This problem has me stumped.
I have the following data frame:
library(dplyr)
# approximation of data frame
x <- data.frame(doy = sample(c(seq(200, 300)), 20, replace = T),
year = sample(c("2000", "2005"), 20, replace = T),
phase = sample(c("pre", "post"), 20, replace = T))

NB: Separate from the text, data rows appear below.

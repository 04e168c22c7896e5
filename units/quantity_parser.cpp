#include "stackbound/units/quantity_parser.hpp"

#include <algorithm>
#include <array>
#include <cctype>
#include <charconv>
#include <cmath>
#include <vector>

#include "stackbound/units/constants.hpp"
#include "stackbound/units/input_error.hpp"
#include "stackbound/units/nearest_name.hpp"
#include "stackbound/units/plain_text.hpp"

namespace stackbound::units {

namespace {

using D = Dimension;
constexpr double kHour_s = 3600.0;
constexpr double kDay_s = 86400.0;
// A year of 8760 h (365 days) for annual totals; common practice in permit arithmetic, no source.
constexpr double kYear_s = 8760.0 * kHour_s;
constexpr double kPoundMole_mol = kPound_kg * 1000.0;
constexpr double kCubicFoot_m3 = kFoot_m * kFoot_m * kFoot_m;
// Grain = 1/7000 lb. Source: International Yard and Pound Agreement (1959).
constexpr double kGrain_kg = kPound_kg / 7000.0;
constexpr double kFahrenheitOffset_K = kCelsiusOffset_K - 32.0 * 5.0 / 9.0;
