#pragma once
// Reference ("normal") conditions of a normal volume. A normal cubic metre is an amount of gas,
// not a volume: it always names the temperature and pressure it refers to. Molar volumes follow
// from the ideal-gas law V_m = R T / p with R from CODATA 2018.

#include <memory>
#include <span>
#include <string>
#include <string_view>

#include "stackbound/units/quantities.hpp"

namespace stackbound::units {

struct NormalConditions {
  std::string_view key;          // short name used on the command line and in case files: "0C", "20C" ...
  std::string_view description;  // for reports: "0 degC, 101.325 kPa (EU practice)"
  double temperature_K = 0.0;
  double pressure_Pa = 0.0;

  // Ideal-gas molar volume at these conditions, m3/mol.
  [[nodiscard]] double molar_volume_m3_per_mol() const;
  [[nodiscard]] MolarVolume molar_volume() const { return cubic_metres_per_mole(molar_volume_m3_per_mol()); }
  [[nodiscard]] Temperature temperature() const { return kelvin(temperature_K); }
  [[nodiscard]] Pressure pressure() const { return pascals(pressure_Pa); }
};

// Presets (DESIGN section 3).
//   0 degC, 101.325 kPa             - EU practice (normal cubic metre, Nm3)
//   15 degC, 101.325 kPa            - ISO 13443 standard reference conditions (Sm3)
//   20 degC, 101.325 kPa            - US EPA standard conditions (68 degF, 29.92 inHg; 40 CFR 60.2)
//   60 degF, 14.696 psia            - US gas industry (scf of fuel gas)
//   0 degC, 101.3 kPa               - the reference state written in Directive 2010/75/EU Annex V/VI
const NormalConditions& normal_0C();
const NormalConditions& normal_15C();
const NormalConditions& normal_20C();
const NormalConditions& normal_60F();
const NormalConditions& normal_eu_ied();
std::span<const NormalConditions> all_normal_conditions();

// Looks a preset up by key ("0C", "15C", "20C", "60F", "IED"); throws InputError naming the
// field, the text and the accepted keys.
const NormalConditions& normal_conditions_by_key(std::string_view key, std::string_view field);

// Normal conditions stated as a temperature and pressure ("25 degC, 101.325 kPa"), owning the texts
// its NormalConditions view: made once by stated_normal_conditions() and shared, never copied or
// moved (the views would dangle).
class StatedNormalConditions {
 public:
  StatedNormalConditions(double temperature_K, double pressure_Pa);
  StatedNormalConditions(const StatedNormalConditions&) = delete;
  StatedNormalConditions& operator=(const StatedNormalConditions&) = delete;
  [[nodiscard]] const NormalConditions& conditions() const { return conditions_; }

 private:
  std::string key_;          // "25degC/101.325kPa"
  std::string description_;  // "25 degC, 101.325 kPa (stated)"
  NormalConditions conditions_;
};

// Parses "25 degC, 101.325 kPa" (a temperature and a pressure, in either order) into shared stated
// conditions. Throws InputError naming `field` for another form, or a temperature outside 250-350 K or
// a pressure outside 80-120 kPa (typing errors, not reference states; common practice, no source).
std::shared_ptr<const StatedNormalConditions> stated_normal_conditions(std::string_view text, std::string_view field);

// An amount of gas expressed as a normal volume at named conditions.
class NormalVolume {
 public:
  static NormalVolume from_cubic_metres(double normal_m3, const NormalConditions& conditions);
  explicit NormalVolume(Amount amount) : amount_(amount) {}
  [[nodiscard]] Amount amount() const { return amount_; }
  [[nodiscard]] double cubic_metres(const NormalConditions& conditions) const;

 private:
  Amount amount_;
};

}  // namespace stackbound::units
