#pragma once
// Umbrella header of the units layer.
#include "stackbound/units/constants.hpp"
#include "stackbound/units/input_error.hpp"
#include "stackbound/units/normal_conditions.hpp"
#include "stackbound/units/quantities.hpp"
#include "stackbound/units/quantity_parser.hpp"
#include "stackbound/units/warning.hpp"
#include "stackbound/units/nearest_name.hpp"
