#pragma once
// A warning: an input that is legal but looks wrong (a fraction typed as a percent, a basis the run
// had to fill in). The run goes on; the warning names the field, the value as written and why it looks
// wrong, and every output carries it (report text, stderr, JSON `warnings`). Input that is wrong or
// lacks the context it needs is an error instead (input_error.hpp).

#include <string>

namespace stackbound::units {

struct Warning {
  std::string field;    // path of the field, e.g. "operating_point.flue_o2"
  std::string value;    // as written or as used, e.g. "0.03 %"; empty when the warning concerns no one value
  std::string message;  // why it looks wrong and what the run did

  friend bool operator==(const Warning&, const Warning&) = default;
};

// One line: `field = "value": message` (or `field: message` without a value).
inline std::string warning_text(const Warning& warning) {
  std::string text = warning.field;
  if (!warning.value.empty()) text += " = \"" + warning.value + "\"";
  return text + ": " + warning.message;
}

}  // namespace stackbound::units
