#include "stackbound/core/equilibrium.hpp"

#include <fmt/format.h>

#include <Eigen/Dense>
#include <algorithm>
#include <cmath>
#include <limits>

#include "stackbound/core/elements.hpp"
#include "stackbound/units/constants.hpp"
#include "stackbound/units/input_error.hpp"

namespace stackbound::core {

// One product species as the Newton system sees it: its balance rows and, per solve, its
// dimensionless properties at T.
struct EquilibriumTerm {
  std::size_t candidate = 0;
  double g = 0.0;   // gas: g/RT + ln(P/P0); condensed: g/RT
  double h = 0.0;   // h/RT
  double cp = 0.0;  // cp/R
  int count = 0;    // number of independent balance rows the species enters
  // ln n_j below which the species' share of every balance it enters is under e^-60 (about 1e-26):
  // it is left out of the Newton matrix (its ln n_j is still updated exactly).
  double negligible_ln_moles = -std::numeric_limits<double>::infinity();
  std::array<int, kElementCount> row{};
  std::array<double, kElementCount> atoms{};
  std::array<double, kElementCount> log_atoms{};
};

using Term = EquilibriumTerm;

// Rows of every candidate when every element present at construction is present in the solve.
struct EquilibriumTables {
  std::vector<Term> gas;
  std::vector<Term> condensed;
};

namespace {

constexpr double kR = units::kGasConstant_J_per_mol_K;

// Largest Newton system: 7 element rows + at most 7 condensed rows (phase rule) + the total-moles row.
constexpr int kMaxDimension = 2 * static_cast<int>(kElementCount) + 2;
using Matrix = Eigen::Matrix<double, Eigen::Dynamic, Eigen::Dynamic, 0, kMaxDimension, kMaxDimension>;
using Vector = Eigen::Matrix<double, Eigen::Dynamic, 1, 0, kMaxDimension, 1>;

and a simple 'summarize' function that takes in the column name as a variable, and works nicely:
getStats <- function(df, col) {
col <- as.name(col)
df %>%
group_by(year, phase) %>%
summarize(n = sum(!is.na(col)),
mean = mean(col, na.rm = T),
sd = sd(col, na.rm = T),
se = sd/sqrt(n))
}
> getStats(x, "doy")
Source: local data frame [4 x 6]
Groups: year [?]
year phase n mean sd se
<fctr> <fctr> <int> <dbl> <dbl> <dbl>
1 2000 post 8 248.625 30.42526 10.75695
2 2000 pre 2 290.000 14.14214 10.00000
3 2005 post 5 231.400 32.86031 14.69558
4 2005 pre 5 274.200 29.79429 13.32441
However, if I modify the function to get the median, it returns an error:
getStats <- function(df, col) {
col <- as.name(col)
df %>%
group_by(year, phase) %>%
summarize(n = sum(!is.na(col)),
mean = mean(col, na.rm = T),
med = median(col, na.rm = T), # new line
sd = sd(col, na.rm = T),
se = sd/sqrt(n))
}
> getStats(x, "doy")
Error in median (doy, na.rm = TRUE): object "doy" not found
I've tried a host of name and position changes, but all yield the same result: 'median' doesn't accept the column name as a passed variable. I assume I'm missing something so basic I'll do a face palm when someone points it out to me, but in the interim I feel like I'm losing my sanity. I appreciate any insights!